[Opening DATA TO USE section]

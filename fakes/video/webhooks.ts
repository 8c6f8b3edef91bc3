// Webhook events POSTed to the app, signed the way the hosted service signs them and retried with
// exponential back-off until the app answers 2xx. Every retry carries the same event id.
import { createHmac, randomUUID } from "node:crypto";
import type { VideoStore } from "./store";
import type { DeliveryAttempt, MuxAsset, MuxUpload, WebhookDelivery, WebhookType } from "./types";

export type WebhookOptions = {
  url: string | undefined;
  secret: string | undefined;
  /** Delay before the 2nd attempt; doubles for each later one. */
  retryBaseMs: number;
  maxAttempts: number;
  timeoutMs: number;
};

/** `mux-signature: t=<unix seconds>,v1=<hex HMAC-SHA256 of "${t}.${rawBody}">`, as `mux.webhooks.unwrap` verifies it. */
export function signatureHeader(rawBody: string, secret: string, unixSeconds = Math.floor(Date.now() / 1000)): string {
  const v1 = createHmac("sha256", secret).update(`${unixSeconds}.${rawBody}`).digest("hex");
  return `t=${unixSeconds},v1=${v1}`;
}

/** Previous attempts in the shape of the hosted payload's `attempts` field. */
function toPayloadAttempt(attempt: DeliveryAttempt, address: string, maxAttempts: number) {
  return {
    id: attempt.id,
    address,
    created_at: attempt.at,
    max_attempts: maxAttempts,
    response_status_code: attempt.status ?? 0,
    response_body: attempt.error,
    response_headers: {},
    webhook_id: 1,
  };
}

export class WebhookSender {
  /** The drop switch: events are recorded as `dropped` instead of sent, and pending retries stop. */
  drop = false;
  private closed = false;
  /** Bumped by cancelPending, so attempts scheduled before it are forgotten. */
  private generation = 0;
  private readonly timers = new Set<NodeJS.Timeout>();
  private readonly inflight = new Set<AbortController>();
  private readonly store: VideoStore;
  private readonly opts: WebhookOptions;

  constructor(store: VideoStore, opts: WebhookOptions) {
    this.store = store;
    this.opts = opts;
  }

  emit(type: WebhookType, object: WebhookDelivery["object"], data: MuxAsset | MuxUpload): WebhookDelivery {
    const delivery: WebhookDelivery = {
      event_id: randomUUID(),
      type,
      object,
      created_at: new Date().toISOString(),
      // A snapshot: later changes to the asset must not rewrite an event already sent.
      data: structuredClone(data),
      state: this.drop ? "dropped" : this.opts.url ? "pending" : "unconfigured",
      attempts: [],
    };
    this.store.addDelivery(delivery);
    if (delivery.state === "pending") this.schedule(delivery, 0);
    this.persist();
    return delivery;
  }

  /** After a restart: carry on with deliveries that still had attempts left. */
  resumePending(): void {
    for (const delivery of this.store.deliveries) {
      if (delivery.state === "pending") this.schedule(delivery, this.opts.retryBaseMs);
    }
  }

  /** Stops retries of everything still pending (used by reset). */
  cancelPending(): void {
    for (const timer of this.timers) clearTimeout(timer);
    this.timers.clear();
    for (const controller of this.inflight) controller.abort();
    this.generation += 1;
  }

  close(): void {
    this.closed = true;
    this.cancelPending();
  }

  private persist(): void {
    if (this.closed) return;
    this.store.save().catch((error: unknown) => console.error("video fake: could not save state", error));
  }

  private schedule(delivery: WebhookDelivery, delayMs: number): void {
    const generation = this.generation;
    const timer = setTimeout(() => {
      this.timers.delete(timer);
      void this.attempt(delivery, generation);
    }, delayMs);
    // Pending retries alone must not keep a finished process alive.
    timer.unref();
    this.timers.add(timer);
  }

  private async attempt(delivery: WebhookDelivery, generation: number): Promise<void> {
    const { url, secret, maxAttempts } = this.opts;
    if (this.closed || generation !== this.generation || delivery.state !== "pending" || !url || !secret) return;
    if (this.drop) {
      delivery.state = "dropped";
      this.persist();
      return;
    }
    const rawBody = JSON.stringify({
      type: delivery.type,
      object: delivery.object,
      id: delivery.event_id,
      environment: { name: "Development", id: "benchside-video-fake" },
      data: delivery.data,
      created_at: delivery.created_at,
      attempts: delivery.attempts.map((a) => toPayloadAttempt(a, url, maxAttempts)),
      accessor_source: null,
      accessor: null,
      request_id: null,
    });
    const attempt: DeliveryAttempt = { id: randomUUID(), at: new Date().toISOString(), status: null, error: null };
    const controller = new AbortController();
    const timeout = setTimeout(() => controller.abort(), this.opts.timeoutMs);
    this.inflight.add(controller);
    try {
      const res = await fetch(url, {
        method: "POST",
        headers: {
          "content-type": "application/json",
          "mux-signature": signatureHeader(rawBody, secret),
          "user-agent": "Mux Webhooks (Benchside video fake)",
        },
        body: rawBody,
        redirect: "manual",
        signal: controller.signal,
      });
      attempt.status = res.status;
      await res.arrayBuffer().catch(() => undefined);
    } catch (error) {
      attempt.error = controller.signal.aborted ? "no answer in time" : error instanceof Error ? error.message : String(error);
    } finally {
      clearTimeout(timeout);
      this.inflight.delete(controller);
    }
    if (this.closed || generation !== this.generation) return;
    delivery.attempts.push(attempt);
    if (attempt.status !== null && attempt.status >= 200 && attempt.status < 300) {
      delivery.state = "delivered";
    } else if (delivery.attempts.length >= maxAttempts) {
      delivery.state = "failed";
      console.warn(`video fake: gave up on ${delivery.type} ${delivery.event_id} after ${maxAttempts} attempts`);
    } else {
      this.schedule(delivery, this.opts.retryBaseMs * 2 ** (delivery.attempts.length - 1));
    }
    this.persist();
  }
}
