// The fake's state: uploads, assets and webhook deliveries in one JSON file (rewritten atomically), upload
// bytes in uploads/, renditions and posters in media/<asset id>/. Reloaded at start so `npm start` survives restarts.
import { mkdir, rm, stat } from "node:fs/promises";
import path from "node:path";
import { isObject, JsonStateStore, randomAlphanumeric } from "../shared/json-store";
import type { MuxAsset, StoredUpload, WebhookDelivery } from "./types";

export const newId = (length = 32): string => randomAlphanumeric(length);

export class VideoStore extends JsonStateStore<WebhookDelivery> {
  readonly uploads = new Map<string, StoredUpload>();
  readonly assets = new Map<string, MuxAsset>();
  protected readonly label = "video fake";

  protected async makeFolders(): Promise<void> {
    await mkdir(path.join(this.dir, "uploads"), { recursive: true });
    await mkdir(path.join(this.dir, "media"), { recursive: true });
  }

  protected async restore(state: Record<string, unknown>): Promise<void> {
    const list = (value: unknown) => (Array.isArray(value) ? value.filter(isObject) : []);
    for (const upload of list(state.uploads) as StoredUpload[]) {
      if (typeof upload.id !== "string") continue;
      if (upload.status === "waiting") {
        // Bytes that reached the disk before a crash count: chunks never leave gaps, so the file size is the offset.
        upload.received = await stat(this.sourcePath(upload.id)).then((s) => s.size, () => 0);
      }
      this.uploads.set(upload.id, upload);
    }
    for (const asset of list(state.assets) as MuxAsset[]) {
      if (typeof asset.id === "string" && Array.isArray(asset.playback_ids)) this.assets.set(asset.id, asset);
    }
    this.deliveries = (list(state.deliveries) as WebhookDelivery[]).filter((d) => typeof d.event_id === "string" && Array.isArray(d.attempts));
  }

  protected snapshot() {
    return { uploads: [...this.uploads.values()], assets: [...this.assets.values()], deliveries: this.deliveries };
  }

  sourcePath(uploadId: string): string {
    return path.join(this.dir, "uploads", `${uploadId}.upload`);
  }

  mediaDir(assetId: string): string {
    return path.join(this.dir, "media", assetId);
  }

  assetByPlaybackId(playbackId: string): MuxAsset | undefined {
    for (const asset of this.assets.values()) {
      if (asset.playback_ids.some((p) => p.id === playbackId)) return asset;
    }
    return undefined;
  }

  /** Forgets everything and removes the fake's files (only the folders it made). */
  async wipe(): Promise<void> {
    this.uploads.clear();
    this.assets.clear();
    this.deliveries = [];
    await rm(path.join(this.dir, "uploads"), { recursive: true, force: true });
    await rm(path.join(this.dir, "media"), { recursive: true, force: true });
    await this.makeFolders();
    await this.save();
  }
}
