test("a post the server refuses is held with its words, never dropped: retry or discard", async ({ page, context }) => {
  test.setTimeout(90_000);
  const id = Date.now().toString(36);
  const job = await newDemoJob("OFFR", `Held post ${id}`);
  const jobPath = `/shop/copper-gulch/jobs/${job.number}`;
  await new JobPage(page).open(jobPath);
  const status = page.locator("form#post-status");
  await expect(status).toBeVisible();
  await context.setOffline(true);
  await status.getByLabel("Move to").selectOption({ label: "On the bench" });
  await status.getByRole("button", { name: "Change status" }).click();
  await expect(page.getByRole("heading", { name: "Waiting to send (1)" })).toBeVisible();
  // Meanwhile the desk moves the job on: the queued move's "from" no longer holds.
  await sql("UPDATE jobs SET status = 'ready' WHERE public_id = ?", [job.publicId]);
  await context.setOffline(false);
  const held = outboxItem(page, /Move to On the bench/);
  await expect(held.getByText(/Not sent: .*moved this job/)).toBeVisible({ timeout: 30_000 });
  await held.getByRole("button", { name: "Retry" }).click();
  await expect(held.getByText(/Not sent:/)).toBeVisible();
  await held.getByRole("button", { name: /Discard/ }).click();
  await expect(page.getByTestId("outbox-item")).toHaveCount(0);
});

[Closing DATA TO USE section]

Give back, word for word, only the lines above from the line holding "const list = (value: unknown)" to the line holding "await new JobPage(page).open(jobPath);", both included.

YOUR RESPONSE >>
    const list = (value: unknown) => (Array.isArray(value) ? value.filter(isObject) : []);
    for (const upload of list(state.uploads) as StoredUpload[]) {
      if (typeof upload.id !== "string") continue;
      if (upload.status === "waiting") {
        // Bytes that reached the disk before a crash count: chunks never leave gaps, so the file size is the offset.
        upload.received = await stat(this.sourcePath(upload.id)).then((s) => s.size, () => 0);
      }
      this.uploads.set(upload.id, upload);
    }
    for (const asset of list(state.assets) as MuxAsset[]) {
      if (typeof asset.id === "string" && Array.isArray(asset.playback_ids)) this.assets.set(asset.id, asset);
    }
    this.deliveries = (list(state.deliveries) as WebhookDelivery[]).filter((d) => typeof d.event_id === "string" && Array.isArray(d.attempts));
  }

  protected snapshot() {
    return { uploads: [...this.uploads.values()], assets: [...this.assets.values()], deliveries: this.deliveries };
  }

  sourcePath(uploadId: string): string {
    return path.join(this.dir, "uploads", `${uploadId}.upload`);
  }

  mediaDir(assetId: string): string {
    return path.join(this.dir, "media", assetId);
  }

  assetByPlaybackId(playbackId: string): MuxAsset | undefined {
    for (const asset of this.assets.values()) {
      if (asset.playback_ids.some((p) => p.id === playbackId)) return asset;
    }
    return undefined;
  }

  /** Forgets everything and removes the fake's files (only the folders it made). */
  async wipe(): Promise<void> {
    this.uploads.clear();
    this.assets.clear();
    this.deliveries = [];
    await rm(path.join(this.dir, "uploads"), { recursive: true, force: true });
    await rm(path.join(this.dir, "media"), { recursive: true, force: true });
    await this.makeFolders();
    await this.save();
  }
}
test("a post the server refuses is held with its words, never dropped: retry or discard", async ({ page, context }) => {
  test.setTimeout(90_000);
  const id = Date.now().toString(36);
  const job = await newDemoJob("OFFR", `Held post ${id}`);
  const jobPath = `/shop/copper-gulch/jobs/${job.number}`;
  await new JobPage(page).open(jobPath);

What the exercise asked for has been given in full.